PROBLEMS OF INFORMATION TRANSMISSION
A translation of Problemy Peredachi Informatsii
CONTENTS
A New Class of Quaternary Codes
S. A. Stepanov
pp. 1–9
Abstract—In this paper we introduce a new concept of modified Butson–Hadamard matrices and construct two families of quaternary codes derived from the corresponding families of modified complex matrices with entries from a finite cyclic group of order 4. These nonlinear codes have parameters lying very close to the Plotkin bound and admit very easy construction and decoding procedures.
Vasil'ev Codes of Length $n=2^m$ and Doubling
of Steiner Systems $S(n,4,3)$ of a Given Rank
V. A. Zinoviev and D. V. Zinoviev
pp. 10–29
Abstract—Extended binary perfect nonlinear Vasil'ev codes of length $n=2^m$ and Steiner systems $S(n,4,3)$ of rank $n-m$ over $\mathbb{F}_2$ are studied.

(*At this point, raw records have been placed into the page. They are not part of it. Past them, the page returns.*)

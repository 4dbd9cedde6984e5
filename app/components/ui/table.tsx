import type { ReactNode } from "react";
import { Link, useSearchParams } from "react-router";
import { Icon } from "./icon.tsx";

type TableProps = { caption: string; isCaptionShown?: boolean; children: ReactNode; className?: string };

/** A table that scrolls sideways in its own frame where the screen is narrow, by keyboard too. */
export function Table({ caption, isCaptionShown = false, children, className = "" }: TableProps) {
  return (
    <div className="relative overflow-x-auto rounded-b-lg print:overflow-visible" tabIndex={0} role="region" aria-label={caption}>
      <table className={`w-full border-collapse text-left ${className}`}>
        <caption className={isCaptionShown ? "px-4.5 py-2 text-left text-xs text-ink-3" : "sr-only"}>{caption}</caption>
        {children}
      </table>
    </div>
  );
}

/** The width of screen below which a column steps back; given to the heading and the cells alike. */
export type HideBelow = "sm" | "md" | "lg" | "xl";
const hidden: Readonly<Record<HideBelow, string>> = {
  sm: "not-print:max-sm:hidden",
  md: "not-print:max-md:hidden",
  lg: "not-print:max-lg:hidden",
  xl: "not-print:max-xl:hidden",
};

type CellProps = {
  /** Right-aligned typewriter figures; the unit stands in the heading. */
  isNumber?: boolean;
  hideBelow?: HideBelow;
  children?: ReactNode;
  className?: string;
};

const padding = "px-3 first:pl-4.5 last:pr-4.5";
const headerLook = `${padding} h-9 py-1 align-middle text-xs font-semibold whitespace-nowrap text-ink-3`;
const look = ({ isNumber, hideBelow, className = "" }: CellProps, numberLook: string) => `${isNumber ? numberLook : ""} ${hideBelow ? hidden[hideBelow] : ""} ${className}`;

export function HeaderCell({ children, ...cell }: CellProps) {
  return (
    <th scope="col" className={`${headerLook} ${look(cell, "text-right")}`}>
      {children}
    </th>
  );
}

/** A column heading that sorts by changing the URL. */
export function SortHeaderCell({ sortKey, defaultDirection = "desc", children, ...cell }: CellProps & { sortKey: string; defaultDirection?: "asc" | "desc" }) {
  const [params] = useSearchParams();
  const isCurrent = params.get("sort") === sortKey;
  const direction = isCurrent ? (params.get("direction") ?? defaultDirection) : null;
  const next = new URLSearchParams(params);
  next.set("sort", sortKey);
  next.set("direction", direction === defaultDirection ? (defaultDirection === "desc" ? "asc" : "desc") : defaultDirection);
  for (const cursor of ["after", "before"]) next.delete(cursor);
  return (
    <th scope="col" aria-sort={direction === "asc" ? "ascending" : direction === "desc" ? "descending" : undefined} className={`${headerLook} ${look(cell, "text-right")}`}>
      <Link
        to={`?${next}`}
        preventScrollReset
        className={`group inline-flex min-h-6 items-center gap-1 no-underline hover:text-tint hover:underline ${cell.isNumber ? "flex-row-reverse" : ""} ${direction ? "text-ink" : "text-ink-3"}`}
      >
        {children}
        <span className={direction ? "" : "opacity-0 group-hover:opacity-60"}>
          <Icon name={direction === "asc" ? "up" : "down"} sizePx={12} />
        </span>
      </Link>
    </th>
  );
}

const cellLook = `border-t border-rule py-2 align-top ${padding}`;

export function Cell({ children, colSpan, isStruck = false, ...cell }: CellProps & { colSpan?: number; /** Crossed through in red, still legible. */ isStruck?: boolean }) {
  return (
    <td colSpan={colSpan} className={`${cellLook} ${isStruck ? "text-ink-3 line-through decoration-red" : ""} ${look(cell, "text-right font-mono whitespace-nowrap")}`}>
      {children}
    </td>
  );
}

/** The cell that names its row, with the row's link. */
export function RowHeaderCell({ to, children, isMono = false }: { to: string; children: ReactNode; isMono?: boolean }) {
  return (
    <th scope="row" className={`${cellLook} font-normal whitespace-nowrap ${isMono ? "font-mono" : ""}`}>
      <Link to={to} className="text-ink underline decoration-rule-2 hover:text-tint hover:decoration-tint">
        {children}
      </Link>
    </th>
  );
}
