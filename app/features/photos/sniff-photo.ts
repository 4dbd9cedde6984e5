import type { PhotoType } from "./photo-limits.ts";

const typeOfExtension: Readonly<Record<string, PhotoType>> = { jpg: "image/jpeg", jpeg: "image/jpeg", png: "image/png", webp: "image/webp" };

/** What the bytes themselves say they are; the sender's word for it counts for nothing. */
export function sniffPhoto(bytes: Uint8Array): PhotoType | undefined {
  const starts = (at: number, ...expected: number[]) => expected.every((byte, index) => bytes[at + index] === byte);
  if (starts(0, 0xff, 0xd8, 0xff)) return "image/jpeg";
  if (starts(0, 0x89, 0x50, 0x4e, 0x47, 0x0d, 0x0a, 0x1a, 0x0a)) return "image/png";
  if (starts(0, 0x52, 0x49, 0x46, 0x46) && starts(8, 0x57, 0x45, 0x42, 0x50)) return "image/webp";
  return undefined;
}

/** What a file's name claims, where it claims one of the kinds that are taken. */
export function claimedType(fileName: string): PhotoType | undefined {
  return typeOfExtension[/\.([a-z]+)$/i.exec(fileName)?.[1]?.toLowerCase() ?? ""];
}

The generalized concatenated construction of Vasil'ev codes induces a variant of the doubling construction for Steiner systems $S(n,4,3)$ of an arbitrary rank $r$ over $\mathbb{F}_2$. We prove that any Steiner system $S(n=2^m,4,3)$ of rank $n-m$ can be obtained by this doubling construction and is formed by codewords of weight $4$ of these Vasil'ev codes. The length $16$ is studied in detail. Orders of the full automorphism groups of all $12$ nonequivalent Vasil'ev codes of length $16$ are found. There are exactly $15$ nonisomorphic systems $S(16,4,3)$ of rank $12$ over $\mathbb{F}_2$, and they can be obtained from codewords of weight $4$ of the extended Vasil'ev codes. Orders of the automorphism groups of all these Steiner systems are found.
Construction of Perfect $q$-ary
Codes by Switchings of Simple Components
A. V. Los'
pp. 30–37
Abstract—We suggest a construction of perfect $q$-ary codes by sequential switchings of special-type components (called simple components) of the Hamming code. We prove that such components are minimal. The construction yields a lower bound on the number of different $q$-ary codes; this is presently the best known bound. We show that this bound cannot be substantially improved using switchings of components of this type.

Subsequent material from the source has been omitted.